[PATCH v5.5 26/30] KVM: Keep memslots in tree-based structures instead of array-based ones

Thu Nov 11 16:51:03 PST 2021

On Fri, Nov 12, 2021, Maciej S. Szmigiero wrote:
> On 04.11.2021 01:25, Sean Christopherson wrote:
> > -	/*
> > -	 * Remove the old memslot from the hash list and interval tree, copying
> > -	 * the node data would corrupt the structures.
> > -	 */
> > +	int as_id = kvm_memslots_get_as_id(old, new);
> > +	struct kvm_memslots *slots = kvm_get_inactive_memslots(kvm, as_id);
> > +	int idx = slots->node_idx;
> > +
> >   	if (old) {
> > -		hash_del(&old->id_node);
> > -		interval_tree_remove(&old->hva_node, &slots->hva_tree);
> > +		hash_del(&old->id_node[idx]);
> > +		interval_tree_remove(&old->hva_node[idx], &slots->hva_tree);
> > -		if (!new)
> > +		if ((long)old == atomic_long_read(&slots->last_used_slot))
> > +			atomic_long_set(&slots->last_used_slot, (long)new);
> 
> Open-coding cmpxchg() is way less readable than a direct call.

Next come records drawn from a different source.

import { readFileSync } from "node:fs";
import path from "node:path";
import { describe, expect, it } from "vitest";
import { InvalidError } from "../../../server/lib/errors";
import { readInputUpload, readMatrixUpload } from "../../../server/modules/probes/parse/read-upload";

// Parsing each upload format against matrices written by independent tools (numpy 2.4.6 for
// .npy and .csv, hand-written Matrix Market files read back with scipy 1.17.1 scipy.io.mmread):
// fixtures in tests/fixtures/probes, made by scripts/reference/probe_fixtures.py (see the
// README there). Every bad input must be refused with a message naming the problem.

const FIX = path.resolve(import.meta.dirname, "../../fixtures/probes");
const file = (name: string) => ({ originalname: name, buffer: readFileSync(path.join(FIX, name)) });
const text = (name: string, body: string) => ({ originalname: name, buffer: Buffer.from(body) });
const rowsOf = (name: string): number[][] => JSON.parse(readFileSync(path.join(FIX, name), "utf8")).rows;

function expectRows(data: Float64Array, n: number, rows: number[][]) {
  expect(rows.length).toBe(n);
  rows.forEach((row, i) => row.forEach((v, j) => expect(data[i * n + j]).toBe(v)));
}

function problem(f: () => unknown): string {
  try {
    f();
  } catch (e) {
    expect(e).toBeInstanceOf(InvalidError);
    return (e as InvalidError).message;
  }
  throw new Error("expected an InvalidError");
}

describe("good uploads equal the independently written matrices", () => {
  it.each([
    ["f64-5.npy", "f64-5.json", "npy"], // numpy.save float64, values from the JSON numpy wrote
    ["f32-4.npy", "f32-4.json", "npy"], // numpy.save float32 (widened exactly to float64)
    ["good-4.csv", "good-4.json", "csv"], // numpy.savetxt %.17g round-trips float64 exactly
    ["coordinate-4.mtx", "coordinate-4.json", "mtx"], // scipy.io.mmread of the same file
    ["array-3.mtx", "array-3.json", "mtx"], // column-major array format, scipy.io.mmread
    ["symmetric-3.mtx", "symmetric-3.json", "mtx"], // lower triangle mirrored, scipy.io.mmread
  ])("%s", (name, json, format) => {
    const m = readMatrixUpload(file(name));
    expect(m.format).toBe(format);
    expectRows(m.data, m.n, rowsOf(json));
  });

  it("reads input vectors as a column (CSV) or a 1-D array (.npy)", () => {
    const col = JSON.parse(readFileSync(path.join(FIX, "input-4.json"), "utf8")).values as number[];
    expect(Array.from(readInputUpload(file("input-4.csv"), 4))).toEqual(col);
    const vec = JSON.parse(readFileSync(path.join(FIX, "input-5.json"), "utf8")).values as number[];
    expect(Array.from(readInputUpload(file("input-5.npy"), 5))).toEqual(vec);
    expect(problem(() => readInputUpload(file("input-5.npy"), 4))).toMatch(/expected 4 values .* got 5/);
  });

  it("accepts semicolons, tabs, comments, CRLF and a byte-order mark in CSV", () => {
    const m = readMatrixUpload(text("m.csv", "\uFEFF# my matrix\r\n1;2\r\n3;4\r\n\r\n"));
    expect(Array.from(m.data)).toEqual([1, 2, 3, 4]);
    expect(Array.from(readMatrixUpload(text("t.csv", "1\t-2.5e-1\n.5\t4\n")).data)).toEqual([1, -0.25, 0.5, 4]);
  });
});

describe("bad uploads are refused with the problem named", () => {
  it.each([
    ["ragged.csv", /row 3 has 2 values, but row 1 has 3 \(ragged rows\)/],
    ["non-numeric.csv", /row 2, column 2: "five" is not a number/],
    ["nan.csv", /row 2, column 3 is NaN/],
    ["inf.csv", /row 3, column 1 is minus infinity/],
    ["header.csv", /row 1 looks like a header \("a", "b", "c"\)/],
    ["not-square.csv", /not square: 3 rows × 4 columns/],
    ["empty.csv", /the file is empty/],
    ["complex.npy", /complex dtype '<c16'/],
    ["int.npy", /integer dtype '<i8'/],
    ["fortran.npy", /Fortran order/],
    ["big-endian.npy", /big-endian dtype '>f8'/],
    ["truncated.npy", /truncated: the data holds 193 bytes, the header promises 200/],
    ["wrong-count.mtx", /wrong count: the size line promises 5 entries, the file has 4/],
  ])("%s", (name, message) => {
    expect(problem(() => readMatrixUpload(file(name)))).toMatch(message);
  });

  it("names a wrong extension, or a missing one", () => {
    expect(problem(() => readMatrixUpload(text("couplings.txt", "1,2\n3,4\n")))).toMatch(/"couplings.txt" has extension "\.txt"; use \.csv, \.npy, \.mtx/);
    expect(problem(() => readMatrixUpload(text("couplings", "1")))).toMatch(/has no extension/);
  });

  it("refuses Matrix Market files outside what NISTIR 5935 allows or we support", () => {
    const mm = (body: string) => problem(() => readMatrixUpload(text("m.mtx", body)));
    expect(mm("3 3 1\n1 1 2\n")).toMatch(/missing the "%%MatrixMarket matrix …" banner/);
    expect(mm("%%MatrixMarket matrix coordinate complex general\n2 2 1\n1 1 1 0\n")).toMatch(/complex matrices are not supported/);
    expect(mm("%%MatrixMarket matrix coordinate pattern general\n2 2 1\n1 1\n")).toMatch(/pattern matrix carries no values/);
    expect(mm("%%MatrixMarket matrix coordinate real general\n2 2 1\n3 1 1\n")).toMatch(/entry 1: row 3 is outside 1…2/);
    expect(mm("%%MatrixMarket matrix coordinate real general\n2 2 2\n1 2 1\n1 2 5\n")).toMatch(/entry 2 repeats position \(1, 2\)/);
    expect(mm("%%MatrixMarket matrix coordinate real symmetric\n2 2 1\n1 2 1\n")).toMatch(/above the diagonal/);
    expect(mm("%%MatrixMarket matrix array real general\n2 2\n1\n2\n3\n")).toMatch(/promises 4 entries, the file has 3/);
    expect(mm("%%MatrixMarket matrix array real general\n2 2\n1\n2\nnan\n4\n")).toMatch(/value 3 \(row 1, column 2\): nan is not allowed/);
    expect(mm("%%MatrixMarket matrix coordinate real general\n2 3 1\n1 1 1\n")).toMatch(/not square: 2 rows × 3 columns/);
  });

  it("expands a skew-symmetric array file (strict lower triangle, column-major)", () => {
    const m = readMatrixUpload(text("s.mtx", "%%MatrixMarket matrix array real skew-symmetric\n3 3\n1\n2\n3\n"));
    // Stored: (2,1) = 1, (3,1) = 2, (3,2) = 3; mirrored with a sign change (NISTIR 5935 §3).
    expect(Array.from(m.data)).toEqual([0, -1, -2, 1, 0, -3, 2, 3, 0]);
  });

  it("refuses N above the limit of 2000", () => {
    const n = 2001;
    const body = `%%MatrixMarket matrix coordinate real general\n${n} ${n} 1\n1 1 1\n`;
    expect(problem(() => readMatrixUpload(text("big.mtx", body)))).toMatch(/N = 2001 is over the limit of 2000 units/);
  });
});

Doh, I meant to call this out and/or add a comment.

My objection to cmpxchg() is that it implies atomicity is required (the kernel's
version adds the lock), which is very much not the case.  So this isn't strictly
an open-coded version of cmpxchg().

> The open-coded version also compiles on x86 to multiple instructions with
> a branch, instead of just a single instruction.

Yeah.  The lock can't be contended, so that part of cmpxchg is a non-issue.  But
that's also why I don't love using cmpxchg.

I don't have a strong preference, I just got briefly confused by the atomicity part.

> > +static void kvm_invalidate_memslot(struct kvm *kvm,
> > +				   struct kvm_memory_slot *old,
> > +				   struct kvm_memory_slot *working_slot)
> > +{
> > +	/*
> > +	 * Mark the current slot INVALID.  As with all memslot modifications,
> > +	 * this must be done on an unreachable slot to avoid modifying the
> > +	 * current slot in the active tree.
> > +	 */
> > +	kvm_copy_memslot(working_slot, old);
> > +	working_slot->flags |= KVM_MEMSLOT_INVALID;
> > +	kvm_replace_memslot(kvm, old, working_slot);
> > +
> > +	/*
> > +	 * Activate the slot that is now marked INVALID, but don't propagate
> > +	 * the slot to the now inactive slots. The slot is either going to be
> > +	 * deleted or recreated as a new slot.
> > +	 */
> > +	kvm_swap_active_memslots(kvm, old->as_id);
> > +
> > +	/*
> > +	 * From this point no new shadow pages pointing to a deleted, or moved,
> > +	 * memslot will be created.  Validation of sp->gfn happens in:
> > +	 *	- gfn_to_hva (kvm_read_guest, gfn_to_pfn)
> > +	 *	- kvm_is_visible_gfn (mmu_check_root)
> > +	 */
> > +	kvm_arch_flush_shadow_memslot(kvm, old);
> 
> This should flush the currently active slot (that is, "working_slot",
> not "old") to not introduce a behavior change with respect to the existing
> code.
> 
> That's also what the previous version of this patch set did.

Eww.  I would much prefer to "fix" the existing code in a prep patch.  It shouldn't
matter, but arch code really should not get passed an INVALID slot.